For more information on how one can automatically handle dependent workflows, see Handling Dependencies.

Installing

To install ESIS, clone the repository and install it using pip:

git clone https://github.com/daknuett/esis
cd esis
python3 -m pip install .

Alternatively, build a distribution and install the distribution:

python3 -m build .

cp dist/esis*.whl /path/to/whereever

python3 -m pip install /path/to/whereever/esis*.whl

Using ESIS

Setting up a Workflow

Setting up a workflow is as simple as running

esis setup <setup script> <parameter generator> <sbatch template> <worker script> [<includes>]

This will generate the file wf.esis.json that contains everything that esis run will require.

To set up dependencies, i.e., the current workflow requires the output of a previous workflow, use

esis require <requirement workflow file> <requirement name>

The requirement name will be the key in ESIS2_REQUIREMENTS. See Handling Dependencies.

Handling Dependencies

Dependencies are, particularly in a high performance computing context, hard to handle. ESIS therefore avoids getting too deep into handling dependencies. Initially it was planned that the only handling of dependencies that ESIS provides is telling the user that a required workflow run is missing.

Currently, ESIS handles dependencies as such:

  • Users can specify workflow files (usually called wf.esis.json) that must have an up-to-date run.
  • ESIS then provides the up-to-date working directory as requirementname: path JSON encoded dictionary to the parameter generator.
  • The user is responsible for handling how workflows obtain data from other workflows.

To see how to notify ESIS of required workflows, see Setting up a Workflow. When invoking esis run the missing dependencies will be treated as a fatal error. Then, the user should run the missing workflows explicitly. Alternatively, it is possible to run a workflow and all its missing dependencies automatically. This is done by invoking esis dependency.

Automatically running dependent workflows using esis dependency works as such:

  • A graph of all workflows that are required to run the desired workflow is created.
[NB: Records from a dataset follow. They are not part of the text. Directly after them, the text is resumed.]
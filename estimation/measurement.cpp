#include "gainsay/estimation/measurement.h"

#include "gainsay/estimation/names.h"

#include <algorithm>
#include <cmath>

namespace gainsay::estimation {
namespace {

using core::Expression;

constexpr double kScaleRange = 1e6;    // times m, to either side of it
constexpr double kOffsetRange = 10.0;  // times m

std::optional<std::string> name_of(const char* what, const Coefficient& coefficient,
                                   const Readout& readout, std::string_view experiment) {
  const std::string shared = std::string(what) + "." + readout.name;
  switch (coefficient.kind) {
    case Coefficient::Kind::Fixed:
      return std::nullopt;
    case Coefficient::Kind::Unknown:
      return shared;
    case Coefficient::Kind::PerExperiment:
      return particular(shared, experiment);
  }
  return std::nullopt;
}

Unknown scale_unknown(std::string name, const Readout& readout, double m) {
  Unknown scale;
  scale.name = std::move(name);
  scale.low = readout.is_signed ? -kScaleRange * m : m / kScaleRange;
  scale.high = kScaleRange * m;
  scale.linear = readout.is_signed;
  scale.kind = UnknownKind::Measurement;
  return scale;
}

Unknown offset_unknown(std::string name, double m) {
  Unknown offset;
  offset.name = std::move(name);
  offset.low = -kOffsetRange * m;
  offset.high = kOffsetRange * m;
  offset.linear = true;
  offset.kind = UnknownKind::Measurement;
  return offset;
}

/// Adds the unknown that `make` makes of each distinct name that the experiments give it.
template <class NameIn, class Make>
void add_each(std::vector<Unknown>& unknowns, std::span<const Experiment> experiments,
              const NameIn& name_in, const Make& make) {
  std::vector<std::string> made;
  for (const auto& experiment : experiments) {
    const std::optional<std::string> name = name_in(experiment.name);
    if (!name || std::find(made.begin(), made.end(), *name) != made.end()) continue;
    made.push_back(*name);
    unknowns.push_back(make(*name));
  }
}

}  // namespace

std::optional<std::string> scale_name(const Readout& readout, std::string_view experiment) {
  return name_of("scale", readout.scale, readout, experiment);
}

std::optional<std::string> offset_name(const Readout& readout, std::string_view experiment) {
  return name_of("offset", readout.offset, readout, experiment);
}

Expression measurement(const Readout& readout, const Expression& shows,
                       std::string_view experiment) {
  const auto scale = scale_name(readout, experiment);
  const auto offset = offset_name(readout, experiment);
  Expression shown = shows;
  if (scale)
    shown = Expression::symbol(*scale) * shown;
  else if (readout.scale.value != 1.0)
    shown = Expression(readout.scale.value) * shown;
  if (offset)
    shown = shown + Expression::symbol(*offset);
  else if (readout.offset.value != 0.0)
    shown = shown + Expression(readout.offset.value);
  return shown;
}

double largest_reading(const Readout& readout, std::span<const Experiment> experiments) {
  double largest = 0.0;
  for (const auto& experiment : experiments)
    for (const auto& series : experiment.series)
      if (series.readout == readout.name)
        for (const auto& point : series.points)
          if (point.left_out.empty()) largest = std::max(largest, std::abs(point.value));
  return largest > 0.0 ? largest : 1.0;
}

std::vector<Unknown> measurement_unknowns(std::span<const Readout> readouts,
                                          std::span<const Experiment> experiments) {
  std::vector<Unknown> unknowns;
  for (const auto& readout : readouts) {
    const double m = largest_reading(readout, experiments);
    add_each(
        unknowns, experiments, [&](const auto& name) { return scale_name(readout, name); },
        [&](std::string name) { return scale_unknown(std::move(name), readout, m); });
    add_each(
        unknowns, experiments, [&](const auto& name) { return offset_name(readout, name); },
        [&](std::string name) { return offset_unknown(std::move(name), m); });
  }
  return unknowns;
}

}  // namespace gainsay::estimation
This includes all dependencies of dependencies.
  • Weights are assigned to the workflows.
  • The workflows are run according to their weights. Dependent workflows are run after their dependencies using SBATCH --dependency.

For this to work, a line containing #ESIS_PRIVATE is required in the block of sbatch settings.

#SBATCH TASKARRAYDEFINITION
#ESIS_PRIVATE

Extended features, like checkpointing are currently unsupported, see Todos.

Dependencies can be frozen using esis freeze-requirement, see esis --help. Then only this exact working directory is used and other versions are ignored.

Todos

  • Implement export of workflow results.
  • Implement libesis to handle checkpointing and exporting of workflow results.